Nos vies se jouent peut-être en une poignée de secondes. Dans le magma du temps elles surgissent par surprise, et, pour le meilleur ou pour le pire, déterminent radicalement la palette plus ou moins étroite de nos possibles. Pour Tristan Rivière, personnage central de l’excellent Comment vivre en héros ?, cet incident fondateur dure exactement trente-sept secondes dans un train de banlieue. Un jour qu’il rentre chez lui, ce fils d’ouvrier devenu prof d’histoire assiste à l’agression d’une jeune femme. Que faire ? Ressurgit alors le souvenir de ce jour maudit où, jeune adolescent et boxeur en herbe, il avait abandonné son coach dans une rame du métro au moment où celui-ci allait se faire rouer de coups. Dix ans plus tard, Tristan tient enfin la chance de se racheter en lavant la honte. S’il s’enfuit à nouveau, il restera un lâche et le poids de la culpabilité hantera à jamais sa manière stricte et sans éclat d’habiter le monde. S’il reste et vient à son secours, il prendra l’étoffe d’un héros, et, porté par le souffle diffus de cet instant de bravoure, puisera là l’énergie motrice d’une existence bercée dans l’idéal de pureté morale. Idéal hérité de son père, militant communiste et ancien résistant. Imaginant les multiples versions d’une même vie, les faisant tourner l’une dans l’autre comme dans le tourbillon chaloupé d’une machine à guimauve, Fabrice Humbert donne à voir l’équation mouvante entre hasard, déterminisme et affranchissement personnel, que constitue la trajectoire composite d’un homme. Vif et généreux, déroutant d’intelligence et de fraîcheur, le récit file à toute vitesse, traversé par le plaisir d’embrasser, l’air de rien, de grandes questions.
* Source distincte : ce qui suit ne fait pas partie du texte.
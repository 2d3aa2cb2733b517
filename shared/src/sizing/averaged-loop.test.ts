import { describe, expect, it } from 'vitest';
import { lagAtDither, recoveredSlope, slowRate, type AveragedLoop } from './averaged-loop.js';

const loop = (change: Partial<AveragedLoop> = {}): AveragedLoop => ({
  plant: { timeConstantsS: [], deadTimeS: 0 },
  scanS: 1e-4,
  omegaRadPerS: 10,
  washoutRadPerS: 1,
  lowPassRadPerS: 1,
  phaseRad: 0,
  loopRate: 0.04,
  ...change,
});

// Closed forms after Krstić and Wang (2000): Re[e^{jφ}F(jω)H(jω)], and s² + ωl·s + ωl·κ = 0 with the low-pass.
describe('the averaged loop', () => {
  it.each([
    [1, 0.99009901],
    [3, 0.91743119],
    [10, 0.5],
  ])('recovers ω²/(ω² + ωh²) of the slope behind a washout at %d rad/s', (washoutRadPerS, share) => {
    expect(recoveredSlope(loop({ washoutRadPerS }))).toBeCloseTo(share, 5);
  });

  it.each([
    [0.2, 0, 0.54455],
    [0.2, 0.6857, 0.7036],
    [0.5, 0, 0.17071],
    [0.5, 1.0906, 0.36955],
  ])('recovers, behind a lag of %d s and with φ = %d, the share %d', (tau, phaseRad, share) => {
    const plant = { timeConstantsS: [tau], deadTimeS: 0 };
    const lagging = loop({ plant, omegaRadPerS: 5, washoutRadPerS: 0.5, phaseRad });
    expect(recoveredSlope(lagging)).toBeCloseTo(share, 3);
    if (phaseRad > 0) expect(lagAtDither(lagging)).toBeCloseTo(phaseRad, 3);
  });

  it('decays with the slow root of the loop with low-pass', () => {
    // κ = 0.039604, ωl = 1: (1 − √(1 − 4κ))/2 = 0.0413105; a simulation of the whole loop gave 0.0413340.
    expect(slowRate(loop())).toBeCloseTo(0.04133, 4);
    expect(slowRate(loop({ loopRate: 0.3 }))).toBeNaN();
  });

  it('counts dead time as lag', () => {
    const plant = { timeConstantsS: [], deadTimeS: 0.1 };
    expect(lagAtDither(loop({ plant, washoutRadPerS: 0 }))).toBeCloseTo(1, 9);
  });

  it('knows a sampled lag exactly', () => {
    // y_k = y_(k−1) + α(u_k − y_(k−1)): for α = 1 there is none.
    const plant = { timeConstantsS: [1e-9], deadTimeS: 0 };
    expect(lagAtDither(loop({ plant, washoutRadPerS: 0, scanS: 0.1 }))).toBeCloseTo(0, 9);
  });
});
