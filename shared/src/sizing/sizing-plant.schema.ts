import { z } from 'zod';
import { DomainError } from '../errors/domain-error.js';

const positive = z.number().positive().max(1e12);
const orNone = z.number().min(0).max(1e12).default(0);

const sizedActuatorSchema = z
  .object({
    /** Box of all that is asked for, dither included, actuator unit. */
    min: z.number().min(-1e12).max(1e12),
    max: z.number().min(-1e12).max(1e12),
    /** Step of the wire or the drive, actuator unit. */
    resolution: orNone,
    /** Greatest dither amplitude of the envelope, actuator unit; null for none. */
    amplitudeMax: positive.nullable().default(null),
    /** Greatest speed of the envelope, actuator unit / s; null for none. */
    slewPerS: positive.nullable().default(null),
    /** Greatest speed of the best point, actuator unit / s. */
    driftPerS: orNone,
    /** Change of the constrained quantity per change of the actuator, for the constrained law. */
    constraintSlope: z.number().min(-1e12).max(1e12).default(0),
    /** Ripple that the plant has anyway, for the dither `measured`: its amplitude and period, s. */
    ripple: z.object({ amplitude: positive, periodS: positive }).nullable().default(null),
  })
  .refine(({ min, max }) => min < max, { message: 'The box begins below its end.', path: ['max'] });

/** What identification knows of a plant, for `sizeLaw`. */
export const sizingPlantSchema = z
  .object({
    /** Time between two scans, s. */
    scanS: positive,
    /** Time constants, s; empty for a plant that answers within a scan. */
    timeConstantsS: z.array(positive).max(5).default([]),
    deadTimeS: orNone,
    /**
     * Noise of the objective. `sigma`: standard deviation from scan to scan; where it is not white, that of white
     * noise as dense as it at `referenceHz`. `slope`: exponent α of a density ~ 1/f^α.
     */
    noise: z.object({
      sigma: orNone,
      slope: z.number().min(-4).max(4).default(0),
      referenceHz: positive.default(1),
    }),
    /**
     * Curvature at the best point: the matrix of second derivatives, its sign turned so that the diagonal is above
     * zero, objective unit / actuator unit².
     */
    curvature: z
      .array(z.array(z.number().min(-1e15).max(1e15)).min(1).max(16))
      .min(1)
      .max(16),
    /** Standard errors of the diagonal of `curvature`; null where unknown. */
    curvatureErrors: z.array(orNone).max(16).nullable().default(null),
    /** One for each row of `curvature`. */
    actuators: z.array(sizedActuatorSchema).min(1).max(16),
    /** Standard deviation of the constrained quantity from scan to scan, its unit. */
    constraintNoise: orNone,
  })
  .refine(({ curvature, actuators }) => curvature.length === actuators.length, {
    message: 'The curvature needs one row for each actuator.',
    path: ['curvature'],
  })
  .refine(({ curvature }) => isPositiveSymmetric(curvature), {
    message: 'The curvature must be square and symmetric, with a diagonal above zero.',
    path: ['curvature'],
  });
export type SizingPlant = z.input<typeof sizingPlantSchema>;
export type CheckedPlant = z.output<typeof sizingPlantSchema>;

function isPositiveSymmetric(rows: readonly (readonly number[])[]): boolean {
  return rows.every(
    (row, i) =>
      row.length === rows.length &&
      (row[i] ?? NaN) > 0 &&
      row.every((value, j) => Math.abs(value - (rows[j]?.[i] ?? NaN)) <= 1e-9 * Math.abs(value)),
  );
}

/** What is wanted of a seeking law, for `sizeLaw`. */
export const sizingDemandsSchema = z.object({
  /** Mean loss by the dithers of all actuators together that is allowed, objective unit. */
  lossAllowed: positive,
  /** How far the best point may be from the start, in dither amplitudes; bounded rate goes by it. */
  distanceAmplitudes: positive.default(10),
  /** `measured` uses the ripple of each actuator and injects nothing. */
  dither: z.enum(['sine', 'measured']).default('sine'),
  /** Bands that no dither may touch, Hz. */
  forbidden: z
    .array(z.object({ fromHz: z.number().min(0), toHz: positive }))
    .max(50)
    .default([]),
  /** Wanted slope per actuator, objective unit / actuator unit, for slope seeking; 0 is the best point. */
  slopes: z.array(z.number().min(-1e12).max(1e12)).max(16).default([]),
  /** Allowed side of the bound, for the constrained law. */
  side: z.enum(['above', 'below']).default('below'),
  /** Time that is planned for the seek, s, for simultaneous perturbation; null where it goes on. */
  seekS: positive.nullable().default(null),
});
export type SizingDemands = z.input<typeof sizingDemandsSchema>;
export type CheckedDemands = z.output<typeof sizingDemandsSchema>;

/** @throws analysis.invalid-input naming each field at fault */
export function checkedForSizing<S extends z.ZodType>(schema: S, input: z.input<S>): z.output<S> {
  const outcome = schema.safeParse(input);
  if (outcome.success) return outcome.data;
  const details = outcome.error.issues.map(({ path, message }) => ({ field: path.join('.'), message }));
  throw new DomainError('analysis.invalid-input', 'What the sizing is to go by has faults.', details);
}

/** Standard deviation of white noise that is as dense as the objective's at a frequency. */
export function noiseAt({ noise }: Pick<CheckedPlant, 'noise'>, frequencyHz: number): number {
  return noise.sigma * (noise.referenceHz / frequencyHz) ** (noise.slope / 2);
}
Pour trouver sa place parmi les hommes, n’est-il pas nécessaire de comprendre qui l’on est ? L’humanité est-elle autre chose qu’un « grand bordel darwinien des ambitions » , opposant les âmes fortes d’un côté et les faibles de l’autre? Après L’Origine de la violence et La Fortune de Sila (Grand prix RTL- Lire 2011), Fabrice Humbert signe un livre virtuose et plein d’ardeur sur le besoin de fiction dans la construction de soi.
E.L.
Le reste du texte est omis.